Activity:
If a line in the entries below holds the string "changeOf", copy it.
────────────────
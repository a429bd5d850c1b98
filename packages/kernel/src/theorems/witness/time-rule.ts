import type { Rational } from '../../exact/index.ts';
import { add, divide, isZero, multiply, negate, rational, toDouble, ZERO } from '../../exact/index.ts';
import type { Evidence, Finding } from './evidence.ts';
import { Unconfirmed } from './evidence.ts';
import type { PlainNetwork } from './plain-network.ts';
import { arrowRates, changeOf } from './plain-network.ts';

/** A polynomial in the species: coefficient by exponents, written in order of species. */
type Form = Map<string, Rational>;

/** Terms up to which derivatives are written out. */
const MOST_TERMS = 4_000;

/**
 * A "no" names a complex and the first derivative of inflow minus outflow that is not 0, which is worked out again
 * symbolically. A "yes" binds species that start in proportion (x_i = a_i u_g) while their equations agree, and finds that
 * inflow minus outflow of every complex of two or more molecules vanishes on the states so bound.
 */
export function largeComplexesBalance({ network, plain, holds, witness, hypothesis }: Evidence): Finding {
  const rates = arrowRates(plain);
  if (rates === null) return 'a constant is missing.';
  const start = plain.species.map((name) => network.start.get(network.species.indexOf(name))?.exact ?? ZERO);
  if (holds) return balancesForEver(plain, rates, start);
  const complex = witness?.kind === 'set' && 'complexes' in witness ? witness.complexes[0] : undefined;
  if (complex === undefined || plain.complexes[complex] === undefined) return 'no complex is named.';
  if (sizeOf(plain, complex) < 2) return 'the complex named has one molecule.';
  const order = Number(/t\^(\d+)/.exec(hypothesis.text)?.[1] ?? NaN);
  let form = imbalance(plain, rates, complex);
  for (let k = 0; k < order; k++) {
    form = alongSolution(plain, rates, form);
    if (form.size > MOST_TERMS) return new Unconfirmed('the derivative named is too long to write out.');
  }
  return isZero(valueAt(form, start)) ? 'the derivative named is 0.' : null;
}

function balancesForEver(
  plain: PlainNetwork,
  rates: ReadonlyMap<string, Rational>,
  start: readonly Rational[],
): Finding {
  const large = [...plain.complexes.keys()].filter((complex) => sizeOf(plain, complex) >= 2);
  if (slopes(plain, rates).every((slope) => isZero(valueAt(slope, start)))) {
    return large.every((complex) => isZero(valueAt(imbalance(plain, rates, complex), start)))
      ? null
      : 'a complex is out of balance at the start, which is steady.';
  }
  const group = boundSpecies(plain, rates, start);
  const vanishes = (form: Form): boolean => [...bound(form, group, start).values()].every(isZero);
  return large.every((complex) => vanishes(imbalance(plain, rates, complex)))
    ? null
    : new Unconfirmed('binding species that start in proportion does not show it.');
}

/** Groups of species (−1: at zero for ever) whose equations, divided by their starts, agree on the states bound by them. */
function boundSpecies(
  plain: PlainNetwork,
  rates: ReadonlyMap<string, Rational>,
  start: readonly Rational[],
): readonly number[] {
  const forms = slopes(plain, rates);
  let group: number[] = start.map((amount) => (isZero(amount) ? -1 : 0));
  for (;;) {
    const names = new Map<string, number>();
    const next = forms.map((form, i) => {
      const reduced = bound(form, group, start);
      const still = [...reduced.values()].every(isZero);
      if (group[i] === -1 && still) return -1;
      const own = isZero(start[i]!) ? rational(1n) : start[i]!;
      const text = [...reduced]
        .filter(([, value]) => !isZero(value))
        .map(([key, value]) => {
          const { numerator, denominator } = divide(value, own);
          return `${key}:${numerator}/${denominator}`;
        })
        .sort()
        .join();
      // A species that starts at zero and does not stay there stands alone.
      const key = isZero(start[i]!) ? `alone ${i}` : `${group[i]} ${text}`;
      if (!names.has(key)) names.set(key, names.size);
      return names.get(key)!;
    });
    if (next.every((value, i) => value === group[i])) return group;
    group = next;
  }
}

/** A form with x_i = a_i u_g, by exponents of the groups; terms with a species at zero are dropped. */
function bound(form: Form, group: readonly number[], start: readonly Rational[]): Form {
  const result: Form = new Map();
  for (const [key, coefficient] of form) {
    const powers = group.map(() => 0);
    let value = coefficient;
    let lost = false;
    key.split(',').forEach((text, i) => {
      for (let k = Number(text); k > 0; k--) {
        if (group[i] === -1) lost = true;
        else powers[group[i]!]!++;
        if (!isZero(start[i]!)) value = multiply(value, start[i]!);
      }
    });
    if (!lost) addTo(result, powers, value);
  }
  return result;
}

function sizeOf(plain: PlainNetwork, complex: number): number {
  return [...plain.complexes[complex]!.values()].reduce((sum, amount) => sum + toDouble(amount), 0);
}

/** Inflow minus outflow of a complex. */
function imbalance(plain: PlainNetwork, rates: ReadonlyMap<string, Rational>, complex: number): Form {
  const form: Form = new Map();
  for (const [key, rate] of rates) {
    const [from, to] = key.split(' ').map(Number);
    if (to === complex) addTo(form, exponentsOf(plain, from!), rate);
    if (from === complex) addTo(form, exponentsOf(plain, from), negate(rate));
  }
  return form;
}

/** The rate equations, by species. */
function slopes(plain: PlainNetwork, rates: ReadonlyMap<string, Rational>): Form[] {
  const forms = plain.species.map((): Form => new Map());
  for (const [key, rate] of rates) {
    const [from, to] = key.split(' ').map(Number);
    for (const [name, amount] of changeOf(plain, { from: from!, to: to! }))
      addTo(forms[plain.species.indexOf(name)]!, exponentsOf(plain, from!), multiply(rate, amount));
  }
  return forms;
}

function exponentsOf(plain: PlainNetwork, complex: number): number[] {
  return plain.species.map((name) => toDouble(plain.complexes[complex]!.get(name) ?? ZERO));
}

function addTo(form: Form, exponents: readonly number[], value: Rational): void {
  const key = exponents.join();
  form.set(key, add(form.get(key) ?? ZERO, value));
}

/** ∇form · f, f the rate equations. */
function alongSolution(plain: PlainNetwork, rates: ReadonlyMap<string, Rational>, form: Form): Form {
  const derivative: Form = new Map();
  const equations = slopes(plain, rates);
  for (const [key, coefficient] of form) {
    const exponents = key.split(',').map(Number);
    equations.forEach((equation, i) => {
      if (exponents[i] === 0) return;
      const factor = multiply(coefficient, rational(BigInt(exponents[i]!)));
      for (const [other, rate] of equation) {
        const powers = other.split(',').map(Number);
        const moved = exponents.map((exponent, l) => exponent + powers[l]! - (l === i ? 1 : 0));
        addTo(derivative, moved, multiply(factor, rate));
      }
    });
  }
  return derivative;
}

function valueAt(form: Form, state: readonly Rational[]): Rational {
  let sum = ZERO;
  for (const [key, coefficient] of form) {
    let term = coefficient;
    key.split(',').forEach((power, i) => {
      for (let k = 0; k < Number(power); k++) term = multiply(term, state[i]!);
    });
    sum = add(sum, term);
  }
  return sum;
}
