import type { SparsePattern } from '../problem.ts';

/**
 * Where a factorisation without row exchanges has its entries. Rows and columns are numbered in the order of
 * elimination: position q of `order` is the original index, `place` its inverse. `lower[q]` and `upper[q]` are the
 * ascending places of the entries right of and below the diagonal: row q of U, column q of L.
 */
export interface SymbolicFactorization {
  readonly size: number;
  readonly order: Int32Array;
  readonly place: Int32Array;
  readonly lower: readonly Int32Array[];
  readonly upper: readonly Int32Array[];
  /** Multiply-subtract operations of one factorisation. */
  readonly work: number;
}

/** About how many updates lie between two calls of the checkpoint. */
const checkpointWork = 100_000;

/**
 * Chooses the order of elimination on the diagonal by least (row entries − 1)(column entries − 1), the smallest index
 * on a tie, and follows the fill-in (Markowitz 1957). The diagonal counts as full. `checkpoint` may throw to end the work.
 */
export function factorizeSymbolically(
  pattern: SparsePattern,
  checkpoint: () => void = () => undefined,
): SymbolicFactorization {
  const { size } = pattern;
  const { rows, columns } = offDiagonal(pattern);
  const queue = new CostQueue(size, (i) => rows[i]!.length * columns[i]!.length);
  const order = new Int32Array(size);
  const place = new Int32Array(size);
  const mark = new Int32Array(size);
  let epoch = 0;
  /** `list` of index `own` without the pivot and with `others`. */
  const merge = (list: number[], own: number, pivot: number, others: readonly number[]): void => {
    epoch++;
    mark[own] = epoch;
    for (let n = 0; n < list.length; n++) {
      if (list[n] === pivot) {
        list[n] = list.at(-1)!;
        list.pop();
      }
      if (n < list.length) mark[list[n]!] = epoch;
    }
    for (const other of others) if (mark[other] !== epoch) list.push(other);
  };
  let work = 0;
  let next = checkpointWork;
  for (let q = 0; q < size; q++) {
    const pivot = queue.pop();
    order[q] = pivot;
    place[pivot] = q;
    const inRow = rows[pivot]!;
    const inColumn = columns[pivot]!;
    work += inRow.length * inColumn.length;
    for (const i of inColumn) merge(rows[i]!, i, pivot, inRow);
    for (const j of inRow) merge(columns[j]!, j, pivot, inColumn);
    for (const i of inColumn) queue.update(i);
    for (const j of inRow) queue.update(j);
    if (work + q >= next) {
      checkpoint();
      next = work + q + checkpointWork;
    }
  }
  const placed = (lists: readonly number[][]): Int32Array[] =>
    Array.from(order, (pivot) => Int32Array.from(lists[pivot]!, (index) => place[index]!).sort());
  return { size, order, place, lower: placed(columns), upper: placed(rows), work };
}

/** The entries off the diagonal: columns by row and rows by column. */
function offDiagonal({ size, rowStart, columns: entries }: SparsePattern): {
  rows: number[][];
  columns: number[][];
} {
  const rows = Array.from({ length: size }, (): number[] => []);
  const columns = Array.from({ length: size }, (): number[] => []);
  for (let i = 0; i < size; i++) {
    for (let e = rowStart[i]!; e < rowStart[i + 1]!; e++) {
      const j = entries[e]!;
      if (i === j) continue;
      rows[i]!.push(j);
      columns[j]!.push(i);
    }
  }
  return { rows, columns };
}

/** Indices by cost, the smallest cost first and the smallest index on a tie; a binary heap with lazy deletion. */
class CostQueue {
  private readonly heap: number[] = [];
  private readonly current: Float64Array;
  private readonly size: number;
  private readonly cost: (index: number) => number;

  constructor(size: number, cost: (index: number) => number) {
    this.size = size;
    this.cost = cost;
    this.current = new Float64Array(size).fill(-1);
    for (let i = 0; i < size; i++) this.update(i);
  }

  update(index: number): void {
    const cost = this.cost(index);
    if (this.current[index] === cost) return;
    this.current[index] = cost;
    this.heap.push(cost * this.size + index);
    this.up(this.heap.length - 1);
  }

  pop(): number {
    for (;;) {
      const key = this.heap[0]!;
      const last = this.heap.pop()!;
      if (this.heap.length > 0) {
        this.heap[0] = last;
        this.down();
      }
      const index = key % this.size;
      if (this.current[index] === (key - index) / this.size) {
        this.current[index] = -1;
        return index;
      }
    }
  }

  private up(from: number): void {
    const { heap } = this;
    let child = from;
    const key = heap[child]!;
    while (child > 0) {
      const parent = (child - 1) >> 1;
      if (heap[parent]! <= key) break;
      heap[child] = heap[parent]!;
      child = parent;
    }
    heap[child] = key;
  }

  private down(): void {
    const { heap } = this;
    const key = heap[0]!;
    let parent = 0;
    for (;;) {
      let child = 2 * parent + 1;
      if (child >= heap.length) break;
      if (child + 1 < heap.length && heap[child + 1]! < heap[child]!) child++;
      if (heap[child]! >= key) break;
      heap[parent] = heap[child]!;
      parent = child;
    }
    heap[parent] = key;
  }
}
────────────────
Written answer:
import { arrowRates, changeOf } from './plain-network.ts';
    for (const [name, amount] of changeOf(plain, { from: from!, to: to! }))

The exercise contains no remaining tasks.